Veni, Veni, Emmanuel

I didn’t realize this past Sunday was already the first Sunday in Advent; for some reason I didn’t think Advent ever started during November. Since this was a late Thanksgiving, I should have known better.

Not that I do anything special to observe Advent now, but with my Catholic school upbringing, I’m rooted in the evergreen ring with the three purple and one pink candle.

My first exposure to Advent was probably first grade at St. Rose School in the East End in Cincinnati. I’m sure we had an Advent wreath. Sister Ann George actually lighting the candles each week may be a figment of my imagination. I’m not sure live flames in the classroom were legal by the time I entered grade school (or maybe that is a figment of my imagination). I do have a memory of a nun lighting a candle, leading us in a hymn or prayer, and then quickly blowing out the candle again. Maybe she was doing it on the sly and was trying not to get caught.

I think first grade was also my introduction to “O Come, O Come, Emmanuel.” Since Latin was still such a part of our prayers and hymns pre-Vatican II, we actually sang it as “Veni, Veni, Emmanuel.” The version I first learned wasn’t the more Medieval-sounding tune everyone sings now (see video above). I learned from Wikipedia that the lyrics were eventually set to other melodies, but I’m not sure which one I first learned. That first-grade version didn’t have nearly the mystery of the more common melody, which is the one I relate to now.

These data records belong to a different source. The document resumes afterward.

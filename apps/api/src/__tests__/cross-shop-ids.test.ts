// Another shop's ids inside a request body (issue 13; OWASP API1:2023, ASVS 8.4.1). The owner of
// shop A sends a write to shop A's own URL with one id in the body swapped for shop B's: the
// answer is 404 and no table changes (every row of every table compared before and after). The
// same request with shop A's own id then succeeds, so each 404 is the foreign id's doing, not a
// mistyped route or a malformed body. (Ids in the URL: the authorisation matrix's outsider.)
import type { Test } from 'supertest';
import type TestAgent from 'supertest/lib/agent';
import { afterAll, beforeAll, describe, expect, it } from 'vitest';
import { createTestContext, csrf, seedShop, signedInAgent, type TestContext } from '../test-support/test-app';
import { databaseDigest } from '../test-support/database-digest';
import { seedCatalogueFixture } from '../modules/catalogue/catalogue.test-fixture';
import { seedStockFixture } from '../modules/stock/stock.test-fixture';
import { seedPurchasingFixture } from '../modules/purchasing/purchasing.test-fixture';
import { seedVehicleFixture } from '../modules/vehicles/vehicles.test-fixture';
import { seedJobsFixture } from '../modules/jobs/jobs.test-fixture';
import { seedEstimatesFixture } from '../modules/estimates/estimates.test-fixture';

/** The ids a body may carry, for one shop. */
interface Ids {
  shopId: string;
  /** A stocked part (1,000 in `bin`). */
  part: string;
  /** A catalogue part with no stock. */
  catalogPart: string;
  /** A part no supplier of the shop lists yet. */
  unlistedPart: string;
  bin: string;
  otherBin: string;
  supplier: string;
  /** A part the supplier lists, 1,000 of it in `supplierBin`. */
  supplierPart: string;
  supplierBin: string;
  sentOrder: string;
  sentLine: string;
  vehicle: string;
  customer: string;
  job: string;
  /** A job with no estimate yet. */
  freeJob: string;
  mechanic: string;
}

let ctx: TestContext;
let owner: TestAgent<Test>;
let own: Ids;
let foreign: Ids;

async function seedIds(): Promise<{ ids: Ids; ownerEmail: string; password: string }> {
  const shop = await seedShop(ctx, ['owner', 'mechanic']);
  const shopId = shop.shop.id;
  const catalogue = await seedCatalogueFixture(ctx.db, shopId, 2);
  const stock = await seedStockFixture(ctx.db, shopId, 1);
  const purchasing = await seedPurchasingFixture(ctx.db, shopId, 2);
  const vehicles = await seedVehicleFixture(ctx.db, shopId, ctx.env.uploadsDir, 2);
  const jobs = await seedJobsFixture(ctx.db, shopId, ctx.env.uploadsDir, { vehicleId: vehicles.vehicleId, partId: stock.partId, binId: stock.binId, userId: shop.byRole.mechanic.id }, 2);
  const estimates = await seedEstimatesFixture(ctx.db, shopId, ctx.env.uploadsDir, vehicles.vehicleId, 2);
  const sentOrder = purchasing.nextSentId();
  const ids: Ids = {
    shopId,
    part: stock.partId,
    catalogPart: catalogue.partId,
    unlistedPart: purchasing.nextUnlistedPart().id,
    bin: stock.binId,
    otherBin: stock.otherBinId,
    supplier: purchasing.supplierId,
    supplierPart: purchasing.partId,
    supplierBin: purchasing.binId,
    sentOrder,
    sentLine: purchasing.nextSentLineId(sentOrder),
    vehicle: vehicles.vehicleId,
    customer: vehicles.customerId,
    job: jobs.jobId,
    freeJob: estimates.nextJobId(),
    mechanic: shop.byRole.mechanic.id,
  };
  return { ids, ownerEmail: shop.byRole.owner.email, password: shop.password };
}

beforeAll(async () => {
  ctx = await createTestContext();
  const a = await seedIds();
  own = a.ids;
  foreign = (await seedIds()).ids;
  owner = await signedInAgent(ctx.app, a.ownerEmail, a.password);
});
afterAll(() => ctx.close());

type Call = (a: TestAgent<Test>, ids: Ids) => Test;
const shop = (ids: Ids, rest: string) => `/api/shops/${ids.shopId}${rest}`;

/** Each write, the body ids to swap one at a time, and its status with the shop's own ids. */
const cases: Array<{ route: string; swap: Array<keyof Ids>; ok: number; call: Call }> = [
  { route: 'POST /stock/receipts', swap: ['part', 'bin'], ok: 201, call: (a, i) => a.post(shop(i, '/stock/receipts')).set(csrf).send({ partId: i.part, binId: i.bin, condition: 'new', quantity: 1, unitCostMinor: 250 }) },
  { route: 'POST /stock/issues', swap: ['part', 'bin'], ok: 201, call: (a, i) => a.post(shop(i, '/stock/issues')).set(csrf).send({ partId: i.part, binId: i.bin, condition: 'new', quantity: 1 }) },
  { route: 'POST /stock/adjustments', swap: ['part', 'bin'], ok: 201, call: (a, i) => a.post(shop(i, '/stock/adjustments')).set(csrf).send({ partId: i.part, binId: i.bin, condition: 'new', quantityDelta: -1, reason: 'Cross-shop write-off' }) },
  { route: 'POST /stock/moves', swap: ['part', 'bin', 'otherBin'], ok: 201, call: (a, i) => a.post(shop(i, '/stock/moves')).set(csrf).send({ partId: i.part, condition: 'new', fromBinId: i.bin, toBinId: i.otherBin, quantity: 1 }) },
  { route: 'POST /stock/holds', swap: ['part', 'bin'], ok: 201, call: (a, i) => a.post(shop(i, '/stock/holds')).set(csrf).send({ partId: i.part, binId: i.bin, condition: 'new', quantity: 1, purpose: 'Cross-shop hold' }) },
  { route: 'POST /part-links', swap: ['catalogPart'], ok: 201, call: (a, i) => a.post(shop(i, '/part-links')).set(csrf).send({ fromPartId: i.catalogPart, kind: 'replaced_by', toNumber: `XS-${Math.random().toString(36).slice(2, 8).toUpperCase()}` }) },
  { route: 'POST /fitments', swap: ['catalogPart'], ok: 201, call: (a, i) => a.post(shop(i, '/fitments')).set(csrf).send({ partId: i.catalogPart, marque: 'Crossholm', model: 'Test', yearFrom: 1970 }) },
  { route: 'POST /vehicles', swap: ['customer'], ok: 201, call: (a, i) => a.post(shop(i, '/vehicles')).set(csrf).send({ kind: 'customer', marque: 'Crossholm', model: 'Test', customerId: i.customer }) },
  { route: 'POST /jobs', swap: ['vehicle', 'mechanic'], ok: 201, call: (a, i) => a.post(shop(i, '/jobs')).set(csrf).send({ vehicleId: i.vehicle, title: 'Cross-shop job', customerRequest: 'Test', assigneeIds: [i.mechanic] }) },
  { route: 'POST /jobs/:jobId/parts/holds', swap: ['part', 'bin'], ok: 201, call: (a, i) => a.post(shop(i, `/jobs/${own.job}/parts/holds`)).set(csrf).send({ partId: i.part, binId: i.bin, condition: 'new', quantity: 1 }) },
  { route: 'POST /jobs/:jobId/parts/issues', swap: ['part', 'bin'], ok: 201, call: (a, i) => a.post(shop(i, `/jobs/${own.job}/parts/issues`)).set(csrf).send({ partId: i.part, binId: i.bin, condition: 'new', quantity: 1 }) },
  { route: 'POST /jobs/:jobId/special-orders', swap: ['part'], ok: 201, call: (a, i) => a.post(shop(i, `/jobs/${own.job}/special-orders`)).set(csrf).send({ partId: i.part, quantity: 1 }) },
  { route: 'POST /jobs/:jobId/labour', swap: ['mechanic'], ok: 201, call: (a, i) => a.post(shop(i, `/jobs/${own.job}/labour`)).set(csrf).send({ userId: i.mechanic, workedOn: '2026-01-15', minutes: 15, description: 'Cross-shop labour' }) },
  { route: 'POST /estimates', swap: ['freeJob'], ok: 201, call: (a, i) => a.post(shop(i, '/estimates')).set(csrf).send({ jobId: i.freeJob, lines: [{ kind: 'labour', description: 'Cross-shop labour', quantity: 1 }] }) },
  { route: 'POST /purchasing/orders', swap: ['supplier', 'supplierPart'], ok: 201, call: (a, i) => a.post(shop(i, '/purchasing/orders')).set(csrf).send({ supplierId: i.supplier, lines: [{ partId: i.supplierPart, quantity: 1 }] }) },
  { route: 'POST /purchasing/suppliers/:supplierId/listings', swap: ['unlistedPart'], ok: 201, call: (a, i) => a.post(shop(i, `/purchasing/suppliers/${own.supplier}/listings`)).set(csrf).send({ partId: i.unlistedPart, priceMinor: 123 }) },
  { route: 'PUT /purchasing/parts/:partId', swap: ['supplier'], ok: 200, call: (a, i) => a.put(shop(i, `/purchasing/parts/${own.supplierPart}`)).set(csrf).send({ preferredSupplierId: i.supplier, minQty: 2, maxQty: null }) },
  { route: 'POST /purchasing/orders/:orderId/receipts', swap: ['sentLine', 'supplierBin'], ok: 200, call: (a, i) => a.post(shop(i, `/purchasing/orders/${own.sentOrder}/receipts`)).set(csrf).send({ lines: [{ lineId: i.sentLine, quantity: 1, binId: i.supplierBin }] }) },
  { route: 'POST /purchasing/returns', swap: ['supplier', 'supplierPart', 'supplierBin'], ok: 201, call: (a, i) => a.post(shop(i, '/purchasing/returns')).set(csrf).send({ supplierId: i.supplier, partId: i.supplierPart, binId: i.supplierBin, quantity: 1, reason: 'Cross-shop return', expectedCreditMinor: 1000 }) },
  { route: 'POST /sales/counter-sales', swap: ['part', 'bin'], ok: 201, call: (a, i) => a.post(shop(i, '/sales/counter-sales')).set(csrf).send({ lines: [{ partId: i.part, binId: i.bin, condition: 'new', quantity: 1, unitPriceMinor: 500 }] }) },
  // Last: a count of the other bin stops stock moving in it.
  { route: 'POST /counts', swap: ['otherBin'], ok: 201, call: (a, i) => a.post(shop(i, '/counts')).set(csrf).send({ binIds: [i.otherBin], note: 'Cross-shop count' }) },
];

describe('another shop’s id inside a body', () => {
  for (const c of cases) {
    it(`${c.route}: each of ${c.swap.join(', ')} from another shop is a 404 and changes nothing; its own ids succeed`, async () => {
      for (const key of c.swap) {
        const before = await databaseDigest(ctx.db);
        const res = await c.call(owner, { ...own, [key]: foreign[key] });
        expect(res.status, `${key}: ${JSON.stringify(res.body)}`).toBe(404);
        expect(res.body.error).toMatchObject({ code: 'not_found' });
        expect(await databaseDigest(ctx.db), key).toEqual(before);
      }
      const control = await c.call(owner, own);
      expect(control.status, JSON.stringify(control.body)).toBe(c.ok);
    });
  }
});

I have a terrible sense of smell and can’t usually pick up on aromas; yet in memory, especially childhood memories, smells come through vividly. Advent conjures up the fragrances of melting candle wax and evergreens quite vividly. At least once we tried to have an Advent wreath at home. By this time we lived in Oakley. We never had a live tree and Mom couldn’t spare money for evergreen boughs for our wreath, so I went out front and clipped sprigs from our shrubs, which I don’t recall even having a smell (they did have blunt needles and poisonous berries). Whatever kind of shrub it was, my olfactory memory must be reaching back to church or the classroom. (I think we went through the ritual of lighting the candle, etc., the first Sunday but nothing after that. We just weren’t the practice-faith-in-the-home kind of family.)

I also had an initial negative reaction to Advent as putting a damper on the Christmas season just when things were getting fun. As part of our Advent observation in first grade, Sister Ann George set up an empty shoebox and a container filled with mimeographed slips of paper with printing on them. These were straws of “hay” and the idea was to pluck a straw each day, do whatever the words suggested, then put the straw in the box, or “manager,” to prepare the bed for Baby Jesus’ arrival. Unfortunately, the straws offered suggestions for all kinds of self-deprivation, such as “give up your favorite TV show.” If the suggestions were for extra prayers, I was fine. Giving up television wasn’t something I was inclined to do, although I still put the straw in the box as if I’d sacrificed the way a good little Catholic girl is supposed to. I’m afraid it foreshadowed just what kind of Catholic, or non-Catholic, I would morph into as the years passed.